TASK OBJECTIVE: In the data below, find every line with the word "product" and copy it.

THE INPUT:

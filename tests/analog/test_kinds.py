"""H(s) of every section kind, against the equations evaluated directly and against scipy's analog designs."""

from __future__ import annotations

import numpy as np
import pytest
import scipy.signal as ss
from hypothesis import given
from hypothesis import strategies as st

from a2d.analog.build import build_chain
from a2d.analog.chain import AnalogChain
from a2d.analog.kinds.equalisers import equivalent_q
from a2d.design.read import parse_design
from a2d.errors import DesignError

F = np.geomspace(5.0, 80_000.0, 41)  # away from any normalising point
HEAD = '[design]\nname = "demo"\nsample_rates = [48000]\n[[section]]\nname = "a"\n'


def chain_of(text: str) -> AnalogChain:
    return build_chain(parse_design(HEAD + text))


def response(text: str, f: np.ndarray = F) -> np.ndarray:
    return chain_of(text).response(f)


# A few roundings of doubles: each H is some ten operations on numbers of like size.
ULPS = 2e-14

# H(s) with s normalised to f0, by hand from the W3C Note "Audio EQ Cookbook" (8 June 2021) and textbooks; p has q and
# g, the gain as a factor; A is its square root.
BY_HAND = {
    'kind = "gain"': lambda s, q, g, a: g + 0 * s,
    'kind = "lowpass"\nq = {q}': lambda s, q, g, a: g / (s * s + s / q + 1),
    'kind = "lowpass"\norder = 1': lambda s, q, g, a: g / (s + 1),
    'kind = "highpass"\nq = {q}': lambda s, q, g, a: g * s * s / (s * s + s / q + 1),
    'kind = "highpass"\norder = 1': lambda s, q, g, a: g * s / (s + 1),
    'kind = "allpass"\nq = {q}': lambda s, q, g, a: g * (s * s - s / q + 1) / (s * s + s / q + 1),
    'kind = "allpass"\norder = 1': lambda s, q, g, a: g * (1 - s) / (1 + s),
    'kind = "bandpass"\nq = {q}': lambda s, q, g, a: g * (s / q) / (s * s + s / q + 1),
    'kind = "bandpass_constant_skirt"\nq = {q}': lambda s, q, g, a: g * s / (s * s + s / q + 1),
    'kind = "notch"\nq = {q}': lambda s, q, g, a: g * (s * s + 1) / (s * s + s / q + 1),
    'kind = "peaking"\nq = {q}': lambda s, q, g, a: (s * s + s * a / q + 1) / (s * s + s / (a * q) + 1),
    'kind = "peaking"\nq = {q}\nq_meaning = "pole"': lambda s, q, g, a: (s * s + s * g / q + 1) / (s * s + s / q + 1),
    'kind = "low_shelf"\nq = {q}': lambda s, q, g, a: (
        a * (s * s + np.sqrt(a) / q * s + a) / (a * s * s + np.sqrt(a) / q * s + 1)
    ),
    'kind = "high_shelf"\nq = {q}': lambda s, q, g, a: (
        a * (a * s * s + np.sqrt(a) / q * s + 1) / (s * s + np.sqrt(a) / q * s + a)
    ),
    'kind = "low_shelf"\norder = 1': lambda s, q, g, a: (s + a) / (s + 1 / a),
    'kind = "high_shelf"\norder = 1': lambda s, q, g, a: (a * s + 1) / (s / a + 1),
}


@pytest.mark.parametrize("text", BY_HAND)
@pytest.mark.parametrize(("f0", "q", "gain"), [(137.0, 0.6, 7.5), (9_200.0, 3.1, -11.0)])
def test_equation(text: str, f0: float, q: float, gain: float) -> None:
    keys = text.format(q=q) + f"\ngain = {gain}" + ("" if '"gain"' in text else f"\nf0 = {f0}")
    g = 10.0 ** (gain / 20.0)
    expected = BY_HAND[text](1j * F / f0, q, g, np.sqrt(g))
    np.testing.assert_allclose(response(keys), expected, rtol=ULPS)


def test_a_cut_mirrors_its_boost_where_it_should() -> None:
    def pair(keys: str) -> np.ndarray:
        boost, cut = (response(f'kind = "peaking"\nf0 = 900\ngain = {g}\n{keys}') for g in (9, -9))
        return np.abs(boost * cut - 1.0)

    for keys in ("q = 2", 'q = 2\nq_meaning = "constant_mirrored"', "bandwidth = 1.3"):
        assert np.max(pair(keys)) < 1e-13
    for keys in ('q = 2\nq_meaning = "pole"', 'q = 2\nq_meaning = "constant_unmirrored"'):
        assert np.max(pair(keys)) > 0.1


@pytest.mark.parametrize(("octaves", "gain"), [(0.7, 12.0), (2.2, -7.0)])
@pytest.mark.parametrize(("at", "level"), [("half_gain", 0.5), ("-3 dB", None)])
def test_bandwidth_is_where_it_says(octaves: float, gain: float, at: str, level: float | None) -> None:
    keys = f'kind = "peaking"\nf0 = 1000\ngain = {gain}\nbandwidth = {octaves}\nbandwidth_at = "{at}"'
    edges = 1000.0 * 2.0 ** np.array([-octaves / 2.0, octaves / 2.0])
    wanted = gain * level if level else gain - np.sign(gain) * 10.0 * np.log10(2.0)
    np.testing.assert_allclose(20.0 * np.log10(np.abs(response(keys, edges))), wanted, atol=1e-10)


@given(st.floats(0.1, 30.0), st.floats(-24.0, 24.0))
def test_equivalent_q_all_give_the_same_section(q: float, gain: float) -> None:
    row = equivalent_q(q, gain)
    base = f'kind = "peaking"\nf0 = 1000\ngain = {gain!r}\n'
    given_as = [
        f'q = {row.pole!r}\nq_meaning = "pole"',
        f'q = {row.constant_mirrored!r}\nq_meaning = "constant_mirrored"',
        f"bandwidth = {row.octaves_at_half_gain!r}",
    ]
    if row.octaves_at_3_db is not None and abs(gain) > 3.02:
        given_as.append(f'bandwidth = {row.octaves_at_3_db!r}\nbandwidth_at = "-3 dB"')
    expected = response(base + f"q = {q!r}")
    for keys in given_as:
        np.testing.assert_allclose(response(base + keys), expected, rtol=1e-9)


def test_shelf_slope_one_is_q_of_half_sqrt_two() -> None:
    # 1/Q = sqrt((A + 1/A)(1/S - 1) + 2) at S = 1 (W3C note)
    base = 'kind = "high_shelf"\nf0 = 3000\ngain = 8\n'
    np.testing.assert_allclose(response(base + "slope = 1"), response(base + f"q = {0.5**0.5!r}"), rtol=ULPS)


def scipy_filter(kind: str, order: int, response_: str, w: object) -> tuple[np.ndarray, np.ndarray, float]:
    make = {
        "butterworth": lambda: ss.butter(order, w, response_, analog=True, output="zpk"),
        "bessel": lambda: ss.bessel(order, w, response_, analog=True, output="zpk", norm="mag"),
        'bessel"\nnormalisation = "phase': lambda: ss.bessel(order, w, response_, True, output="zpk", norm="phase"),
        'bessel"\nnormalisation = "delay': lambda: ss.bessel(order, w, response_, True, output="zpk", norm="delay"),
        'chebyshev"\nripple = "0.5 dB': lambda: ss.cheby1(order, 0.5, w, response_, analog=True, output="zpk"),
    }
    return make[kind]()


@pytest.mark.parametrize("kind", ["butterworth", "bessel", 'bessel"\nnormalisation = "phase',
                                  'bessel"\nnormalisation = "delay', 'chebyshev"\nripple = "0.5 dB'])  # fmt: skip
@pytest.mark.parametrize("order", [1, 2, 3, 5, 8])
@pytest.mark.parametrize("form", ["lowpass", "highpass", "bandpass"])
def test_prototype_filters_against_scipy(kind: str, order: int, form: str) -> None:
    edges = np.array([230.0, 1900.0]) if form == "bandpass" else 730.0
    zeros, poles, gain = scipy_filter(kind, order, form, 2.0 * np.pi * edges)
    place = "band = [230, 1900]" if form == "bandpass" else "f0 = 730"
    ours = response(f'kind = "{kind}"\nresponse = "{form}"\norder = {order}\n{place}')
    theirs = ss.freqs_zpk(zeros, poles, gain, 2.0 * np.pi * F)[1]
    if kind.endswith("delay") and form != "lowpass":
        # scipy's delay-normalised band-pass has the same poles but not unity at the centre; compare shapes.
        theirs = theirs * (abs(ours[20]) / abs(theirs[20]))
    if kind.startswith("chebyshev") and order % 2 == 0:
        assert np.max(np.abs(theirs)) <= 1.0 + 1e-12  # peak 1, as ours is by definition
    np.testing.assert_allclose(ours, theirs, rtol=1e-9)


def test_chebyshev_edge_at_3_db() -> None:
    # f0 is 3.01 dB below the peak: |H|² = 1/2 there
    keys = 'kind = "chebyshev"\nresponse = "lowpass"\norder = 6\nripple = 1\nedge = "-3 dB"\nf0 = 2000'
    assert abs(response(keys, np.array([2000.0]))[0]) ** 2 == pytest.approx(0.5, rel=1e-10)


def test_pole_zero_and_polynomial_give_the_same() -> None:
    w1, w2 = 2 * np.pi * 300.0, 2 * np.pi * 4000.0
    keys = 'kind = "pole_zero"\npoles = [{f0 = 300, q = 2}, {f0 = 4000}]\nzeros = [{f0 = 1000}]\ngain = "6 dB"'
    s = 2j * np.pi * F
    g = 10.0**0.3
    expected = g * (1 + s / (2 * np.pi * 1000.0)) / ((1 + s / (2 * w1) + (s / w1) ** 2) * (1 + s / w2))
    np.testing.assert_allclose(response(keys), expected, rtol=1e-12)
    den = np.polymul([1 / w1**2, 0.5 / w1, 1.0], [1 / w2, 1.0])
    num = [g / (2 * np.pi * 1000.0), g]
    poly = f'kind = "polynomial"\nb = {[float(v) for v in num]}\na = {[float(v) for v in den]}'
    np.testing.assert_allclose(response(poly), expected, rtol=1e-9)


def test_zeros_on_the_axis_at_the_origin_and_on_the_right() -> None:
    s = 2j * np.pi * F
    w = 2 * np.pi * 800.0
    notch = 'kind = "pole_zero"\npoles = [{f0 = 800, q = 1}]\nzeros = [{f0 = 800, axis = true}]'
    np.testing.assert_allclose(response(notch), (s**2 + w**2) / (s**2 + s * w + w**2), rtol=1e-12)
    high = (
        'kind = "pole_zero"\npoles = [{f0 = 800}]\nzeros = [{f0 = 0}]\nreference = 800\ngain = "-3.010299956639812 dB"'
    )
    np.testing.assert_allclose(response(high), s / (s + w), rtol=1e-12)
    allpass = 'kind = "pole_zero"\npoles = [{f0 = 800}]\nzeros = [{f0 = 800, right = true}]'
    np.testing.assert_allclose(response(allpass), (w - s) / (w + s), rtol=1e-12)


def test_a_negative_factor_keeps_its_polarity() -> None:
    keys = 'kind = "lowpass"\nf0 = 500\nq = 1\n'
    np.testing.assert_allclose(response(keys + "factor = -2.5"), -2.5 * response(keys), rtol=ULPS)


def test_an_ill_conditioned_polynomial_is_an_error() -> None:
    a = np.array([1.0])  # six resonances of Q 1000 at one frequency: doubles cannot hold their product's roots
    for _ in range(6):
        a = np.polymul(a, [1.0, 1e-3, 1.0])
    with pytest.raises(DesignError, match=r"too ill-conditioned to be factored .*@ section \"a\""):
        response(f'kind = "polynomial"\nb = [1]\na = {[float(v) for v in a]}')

* * *

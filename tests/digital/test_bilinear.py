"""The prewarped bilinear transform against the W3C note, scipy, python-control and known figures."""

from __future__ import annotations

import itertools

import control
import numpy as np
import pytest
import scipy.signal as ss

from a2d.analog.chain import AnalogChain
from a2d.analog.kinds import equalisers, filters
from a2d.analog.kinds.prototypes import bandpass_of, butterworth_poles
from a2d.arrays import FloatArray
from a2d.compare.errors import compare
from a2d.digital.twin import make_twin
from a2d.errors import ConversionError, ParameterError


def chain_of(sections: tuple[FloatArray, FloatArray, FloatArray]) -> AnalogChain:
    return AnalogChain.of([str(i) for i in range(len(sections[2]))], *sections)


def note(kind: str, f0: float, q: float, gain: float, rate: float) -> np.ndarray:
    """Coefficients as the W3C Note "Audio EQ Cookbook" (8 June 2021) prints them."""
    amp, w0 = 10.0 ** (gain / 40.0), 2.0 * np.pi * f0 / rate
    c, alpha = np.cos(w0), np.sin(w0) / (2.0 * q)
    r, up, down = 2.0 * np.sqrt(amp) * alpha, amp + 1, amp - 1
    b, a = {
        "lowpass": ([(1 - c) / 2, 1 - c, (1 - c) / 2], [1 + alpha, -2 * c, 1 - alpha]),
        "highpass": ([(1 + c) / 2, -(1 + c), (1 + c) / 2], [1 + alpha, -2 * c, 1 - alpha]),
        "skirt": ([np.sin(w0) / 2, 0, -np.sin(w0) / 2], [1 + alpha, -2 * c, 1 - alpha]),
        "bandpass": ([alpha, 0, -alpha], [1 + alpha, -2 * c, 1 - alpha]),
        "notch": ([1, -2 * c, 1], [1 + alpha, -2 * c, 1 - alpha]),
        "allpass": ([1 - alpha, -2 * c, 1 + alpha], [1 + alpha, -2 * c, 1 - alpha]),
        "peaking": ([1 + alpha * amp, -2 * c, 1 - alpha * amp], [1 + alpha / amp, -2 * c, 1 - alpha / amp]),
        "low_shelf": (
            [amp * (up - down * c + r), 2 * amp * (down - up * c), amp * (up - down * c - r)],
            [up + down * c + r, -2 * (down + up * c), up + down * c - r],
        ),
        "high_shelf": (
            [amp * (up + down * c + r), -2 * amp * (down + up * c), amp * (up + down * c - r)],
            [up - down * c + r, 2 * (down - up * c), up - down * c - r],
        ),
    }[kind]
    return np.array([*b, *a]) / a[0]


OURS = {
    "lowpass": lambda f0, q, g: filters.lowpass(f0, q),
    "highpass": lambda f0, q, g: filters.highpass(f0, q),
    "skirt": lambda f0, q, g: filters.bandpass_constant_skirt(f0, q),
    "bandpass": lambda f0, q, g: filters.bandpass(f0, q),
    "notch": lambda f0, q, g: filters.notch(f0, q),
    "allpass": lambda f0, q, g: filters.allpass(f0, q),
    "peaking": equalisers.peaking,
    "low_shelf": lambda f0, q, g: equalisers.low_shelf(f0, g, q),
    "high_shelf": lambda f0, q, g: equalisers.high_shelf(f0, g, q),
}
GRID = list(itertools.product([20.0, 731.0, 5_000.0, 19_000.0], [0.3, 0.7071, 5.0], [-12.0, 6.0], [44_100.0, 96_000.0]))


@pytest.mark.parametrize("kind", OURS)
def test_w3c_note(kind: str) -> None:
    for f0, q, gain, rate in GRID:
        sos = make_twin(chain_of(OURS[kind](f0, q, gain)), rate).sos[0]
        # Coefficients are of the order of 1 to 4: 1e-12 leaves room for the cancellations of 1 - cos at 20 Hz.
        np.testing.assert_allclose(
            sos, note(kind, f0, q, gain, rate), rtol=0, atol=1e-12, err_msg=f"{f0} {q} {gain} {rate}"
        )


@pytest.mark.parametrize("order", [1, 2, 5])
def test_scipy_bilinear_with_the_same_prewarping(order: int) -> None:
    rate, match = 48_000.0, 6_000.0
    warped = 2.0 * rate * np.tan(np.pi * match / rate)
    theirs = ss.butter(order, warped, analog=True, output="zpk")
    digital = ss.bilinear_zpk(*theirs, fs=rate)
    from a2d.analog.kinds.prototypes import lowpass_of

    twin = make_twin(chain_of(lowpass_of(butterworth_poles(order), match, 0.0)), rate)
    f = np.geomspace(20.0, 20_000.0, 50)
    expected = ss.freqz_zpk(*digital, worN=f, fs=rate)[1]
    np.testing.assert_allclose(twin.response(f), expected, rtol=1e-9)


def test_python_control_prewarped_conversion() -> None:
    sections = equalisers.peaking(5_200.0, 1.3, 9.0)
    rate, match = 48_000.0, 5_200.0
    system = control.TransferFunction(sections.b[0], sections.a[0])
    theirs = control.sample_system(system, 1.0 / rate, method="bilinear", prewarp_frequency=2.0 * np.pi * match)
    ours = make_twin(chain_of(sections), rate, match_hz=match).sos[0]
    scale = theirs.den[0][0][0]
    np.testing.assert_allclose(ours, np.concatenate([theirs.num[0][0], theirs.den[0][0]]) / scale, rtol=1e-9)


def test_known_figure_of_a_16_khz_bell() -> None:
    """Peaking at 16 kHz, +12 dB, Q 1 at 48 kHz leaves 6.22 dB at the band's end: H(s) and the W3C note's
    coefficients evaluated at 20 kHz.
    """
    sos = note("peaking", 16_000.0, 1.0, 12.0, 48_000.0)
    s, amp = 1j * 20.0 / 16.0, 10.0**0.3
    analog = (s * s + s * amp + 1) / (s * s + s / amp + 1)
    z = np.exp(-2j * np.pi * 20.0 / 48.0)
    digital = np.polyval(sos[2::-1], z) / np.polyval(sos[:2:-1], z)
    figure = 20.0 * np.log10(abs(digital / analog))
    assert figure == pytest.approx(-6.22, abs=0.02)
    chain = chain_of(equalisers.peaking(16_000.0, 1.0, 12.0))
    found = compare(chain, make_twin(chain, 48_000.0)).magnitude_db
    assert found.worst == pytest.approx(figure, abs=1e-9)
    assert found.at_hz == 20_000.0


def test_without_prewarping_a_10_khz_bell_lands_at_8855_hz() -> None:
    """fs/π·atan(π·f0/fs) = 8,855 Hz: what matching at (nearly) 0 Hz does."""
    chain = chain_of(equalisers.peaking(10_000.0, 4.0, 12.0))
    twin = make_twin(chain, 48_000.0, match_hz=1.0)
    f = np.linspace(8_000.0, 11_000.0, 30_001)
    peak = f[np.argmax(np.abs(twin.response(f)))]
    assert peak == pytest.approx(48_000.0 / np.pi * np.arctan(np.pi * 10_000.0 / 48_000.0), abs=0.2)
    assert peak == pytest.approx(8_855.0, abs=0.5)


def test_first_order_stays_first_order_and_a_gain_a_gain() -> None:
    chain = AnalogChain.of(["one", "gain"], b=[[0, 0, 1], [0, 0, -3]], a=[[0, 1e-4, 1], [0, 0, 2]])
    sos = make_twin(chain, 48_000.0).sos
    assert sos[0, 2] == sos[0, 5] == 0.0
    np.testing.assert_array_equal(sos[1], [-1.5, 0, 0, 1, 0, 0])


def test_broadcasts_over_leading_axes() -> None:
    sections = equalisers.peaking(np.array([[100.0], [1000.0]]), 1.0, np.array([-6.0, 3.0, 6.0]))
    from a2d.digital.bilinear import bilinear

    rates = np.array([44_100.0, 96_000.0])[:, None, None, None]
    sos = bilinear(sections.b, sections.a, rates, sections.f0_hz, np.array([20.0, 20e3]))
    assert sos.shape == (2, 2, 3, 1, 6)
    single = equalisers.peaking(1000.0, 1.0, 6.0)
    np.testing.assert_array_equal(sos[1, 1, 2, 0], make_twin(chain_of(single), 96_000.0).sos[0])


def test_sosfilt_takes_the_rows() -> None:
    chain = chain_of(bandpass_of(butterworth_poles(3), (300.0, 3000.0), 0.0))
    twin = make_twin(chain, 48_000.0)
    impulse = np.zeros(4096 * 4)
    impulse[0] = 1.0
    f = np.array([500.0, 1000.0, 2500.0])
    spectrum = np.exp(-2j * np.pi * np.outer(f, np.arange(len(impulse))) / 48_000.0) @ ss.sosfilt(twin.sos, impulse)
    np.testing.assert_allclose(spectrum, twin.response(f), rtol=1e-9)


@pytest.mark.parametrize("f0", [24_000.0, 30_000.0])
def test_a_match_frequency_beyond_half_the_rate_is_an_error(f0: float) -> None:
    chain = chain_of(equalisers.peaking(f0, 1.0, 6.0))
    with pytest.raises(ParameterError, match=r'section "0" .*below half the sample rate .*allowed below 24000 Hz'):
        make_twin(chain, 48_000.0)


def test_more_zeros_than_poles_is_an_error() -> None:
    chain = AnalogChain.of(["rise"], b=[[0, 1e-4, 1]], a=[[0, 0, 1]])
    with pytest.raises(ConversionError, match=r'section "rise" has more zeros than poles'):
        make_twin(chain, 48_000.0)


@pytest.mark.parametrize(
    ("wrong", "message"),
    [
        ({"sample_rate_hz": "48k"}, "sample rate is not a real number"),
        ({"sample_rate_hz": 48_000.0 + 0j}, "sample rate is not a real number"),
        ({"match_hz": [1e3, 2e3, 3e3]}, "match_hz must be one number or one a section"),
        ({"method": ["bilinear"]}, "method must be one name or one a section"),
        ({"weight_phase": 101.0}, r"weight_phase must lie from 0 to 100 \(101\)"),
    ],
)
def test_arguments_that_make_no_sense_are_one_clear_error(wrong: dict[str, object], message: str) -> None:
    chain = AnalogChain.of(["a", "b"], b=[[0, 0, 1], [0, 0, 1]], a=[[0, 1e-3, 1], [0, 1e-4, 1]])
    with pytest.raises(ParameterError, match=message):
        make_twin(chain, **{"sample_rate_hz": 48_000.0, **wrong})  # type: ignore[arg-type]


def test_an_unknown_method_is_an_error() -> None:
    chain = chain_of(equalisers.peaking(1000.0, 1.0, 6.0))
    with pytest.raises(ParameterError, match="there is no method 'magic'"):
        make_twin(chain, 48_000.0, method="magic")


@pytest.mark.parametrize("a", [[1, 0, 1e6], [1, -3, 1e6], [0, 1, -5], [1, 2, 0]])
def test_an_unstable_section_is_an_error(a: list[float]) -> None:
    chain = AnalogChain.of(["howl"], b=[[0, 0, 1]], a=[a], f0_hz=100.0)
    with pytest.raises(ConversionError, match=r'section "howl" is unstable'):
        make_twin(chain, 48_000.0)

--

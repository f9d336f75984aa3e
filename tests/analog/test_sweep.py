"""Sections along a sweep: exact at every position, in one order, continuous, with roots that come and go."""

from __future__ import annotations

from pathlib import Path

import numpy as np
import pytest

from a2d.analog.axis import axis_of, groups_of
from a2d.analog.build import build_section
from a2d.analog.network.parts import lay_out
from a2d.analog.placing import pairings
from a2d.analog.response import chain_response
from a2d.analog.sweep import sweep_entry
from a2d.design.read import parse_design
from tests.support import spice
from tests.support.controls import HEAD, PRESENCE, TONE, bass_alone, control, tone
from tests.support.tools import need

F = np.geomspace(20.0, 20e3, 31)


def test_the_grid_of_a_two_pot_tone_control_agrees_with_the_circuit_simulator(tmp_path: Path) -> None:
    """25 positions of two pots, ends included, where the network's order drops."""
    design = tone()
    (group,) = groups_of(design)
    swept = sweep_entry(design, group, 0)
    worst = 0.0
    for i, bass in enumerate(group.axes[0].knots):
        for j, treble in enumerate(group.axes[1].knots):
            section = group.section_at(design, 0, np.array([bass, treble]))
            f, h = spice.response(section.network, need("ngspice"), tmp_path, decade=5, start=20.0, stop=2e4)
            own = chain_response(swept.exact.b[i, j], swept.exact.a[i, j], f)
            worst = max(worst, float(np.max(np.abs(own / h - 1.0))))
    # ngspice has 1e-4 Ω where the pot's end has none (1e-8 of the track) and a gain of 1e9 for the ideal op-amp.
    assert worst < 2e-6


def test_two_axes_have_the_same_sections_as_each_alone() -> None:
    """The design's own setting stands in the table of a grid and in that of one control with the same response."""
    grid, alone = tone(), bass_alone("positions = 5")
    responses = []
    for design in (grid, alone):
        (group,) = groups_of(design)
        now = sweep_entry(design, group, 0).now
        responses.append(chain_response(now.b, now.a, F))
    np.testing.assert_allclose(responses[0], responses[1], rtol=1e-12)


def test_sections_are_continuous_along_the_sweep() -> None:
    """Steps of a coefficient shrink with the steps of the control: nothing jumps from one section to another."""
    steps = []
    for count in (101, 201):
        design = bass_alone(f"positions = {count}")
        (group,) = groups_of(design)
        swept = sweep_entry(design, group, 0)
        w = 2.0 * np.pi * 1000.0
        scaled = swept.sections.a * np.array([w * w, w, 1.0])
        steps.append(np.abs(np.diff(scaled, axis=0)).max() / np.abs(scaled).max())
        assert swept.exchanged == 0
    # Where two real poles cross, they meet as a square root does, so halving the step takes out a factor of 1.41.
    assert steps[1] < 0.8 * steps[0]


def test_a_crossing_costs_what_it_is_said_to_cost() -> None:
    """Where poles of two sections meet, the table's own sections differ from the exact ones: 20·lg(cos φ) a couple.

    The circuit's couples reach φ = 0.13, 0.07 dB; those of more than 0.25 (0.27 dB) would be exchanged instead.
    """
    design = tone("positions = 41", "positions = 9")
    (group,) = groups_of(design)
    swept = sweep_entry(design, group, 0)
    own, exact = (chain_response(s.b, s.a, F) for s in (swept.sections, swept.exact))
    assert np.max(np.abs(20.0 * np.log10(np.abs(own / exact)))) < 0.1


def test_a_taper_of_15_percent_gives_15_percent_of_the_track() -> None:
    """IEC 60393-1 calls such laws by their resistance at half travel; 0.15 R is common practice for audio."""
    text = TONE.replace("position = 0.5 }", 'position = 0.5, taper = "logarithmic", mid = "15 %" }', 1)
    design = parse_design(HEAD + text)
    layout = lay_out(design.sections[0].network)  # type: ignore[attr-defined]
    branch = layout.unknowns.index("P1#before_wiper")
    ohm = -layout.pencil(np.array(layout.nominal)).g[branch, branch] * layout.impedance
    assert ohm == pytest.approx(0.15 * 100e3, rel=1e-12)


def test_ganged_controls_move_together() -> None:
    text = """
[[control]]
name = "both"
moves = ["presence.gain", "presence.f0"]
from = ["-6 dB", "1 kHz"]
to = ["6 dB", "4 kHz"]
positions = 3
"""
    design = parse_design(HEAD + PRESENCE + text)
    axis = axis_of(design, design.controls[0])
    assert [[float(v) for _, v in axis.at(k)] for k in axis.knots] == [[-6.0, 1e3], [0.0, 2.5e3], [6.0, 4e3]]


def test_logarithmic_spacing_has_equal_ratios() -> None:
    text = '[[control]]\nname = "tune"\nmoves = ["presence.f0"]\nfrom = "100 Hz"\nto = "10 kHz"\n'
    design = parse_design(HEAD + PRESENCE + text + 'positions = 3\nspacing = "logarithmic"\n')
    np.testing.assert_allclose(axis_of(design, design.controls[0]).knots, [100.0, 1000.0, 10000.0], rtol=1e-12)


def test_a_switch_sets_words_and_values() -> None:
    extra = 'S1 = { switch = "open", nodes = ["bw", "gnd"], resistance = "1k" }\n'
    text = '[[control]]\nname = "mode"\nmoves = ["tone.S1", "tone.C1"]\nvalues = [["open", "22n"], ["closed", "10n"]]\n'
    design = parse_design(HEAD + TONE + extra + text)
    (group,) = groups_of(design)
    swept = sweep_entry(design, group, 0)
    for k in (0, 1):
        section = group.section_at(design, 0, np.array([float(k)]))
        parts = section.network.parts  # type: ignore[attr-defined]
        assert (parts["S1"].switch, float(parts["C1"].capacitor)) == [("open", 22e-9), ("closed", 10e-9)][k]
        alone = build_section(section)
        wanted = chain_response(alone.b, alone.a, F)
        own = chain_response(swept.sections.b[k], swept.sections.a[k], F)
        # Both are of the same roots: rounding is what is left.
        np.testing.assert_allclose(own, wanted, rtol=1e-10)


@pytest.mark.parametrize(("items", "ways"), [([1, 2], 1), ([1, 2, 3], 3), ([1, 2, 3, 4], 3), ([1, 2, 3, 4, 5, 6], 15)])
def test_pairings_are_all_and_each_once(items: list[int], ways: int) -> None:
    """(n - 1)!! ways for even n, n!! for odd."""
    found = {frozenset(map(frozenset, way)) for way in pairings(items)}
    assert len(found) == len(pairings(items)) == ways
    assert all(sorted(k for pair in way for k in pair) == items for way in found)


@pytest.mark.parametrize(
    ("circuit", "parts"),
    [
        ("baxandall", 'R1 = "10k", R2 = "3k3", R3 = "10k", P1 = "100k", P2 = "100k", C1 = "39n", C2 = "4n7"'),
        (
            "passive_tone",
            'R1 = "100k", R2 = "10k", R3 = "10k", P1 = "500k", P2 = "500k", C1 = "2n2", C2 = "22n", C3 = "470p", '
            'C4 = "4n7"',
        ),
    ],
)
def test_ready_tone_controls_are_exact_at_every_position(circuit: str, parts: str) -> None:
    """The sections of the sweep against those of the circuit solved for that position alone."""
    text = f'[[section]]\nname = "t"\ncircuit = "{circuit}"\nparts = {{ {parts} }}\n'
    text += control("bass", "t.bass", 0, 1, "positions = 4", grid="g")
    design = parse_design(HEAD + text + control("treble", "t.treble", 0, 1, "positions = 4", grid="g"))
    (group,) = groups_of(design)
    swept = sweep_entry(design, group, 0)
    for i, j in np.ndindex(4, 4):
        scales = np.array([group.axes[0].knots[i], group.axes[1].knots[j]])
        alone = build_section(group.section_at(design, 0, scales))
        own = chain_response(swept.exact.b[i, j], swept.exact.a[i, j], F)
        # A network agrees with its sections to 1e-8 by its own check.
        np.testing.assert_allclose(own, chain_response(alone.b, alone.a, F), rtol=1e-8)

SOLVED EXERCISE:
    a = np.array([1.0])  # six resonances of Q 1000 at one frequency: doubles cannot hold their product's roots
GRID = list(itertools.product([20.0, 731.0, 5_000.0, 19_000.0], [0.3, 0.7071, 5.0], [-12.0, 6.0], [44_100.0, 96_000.0]))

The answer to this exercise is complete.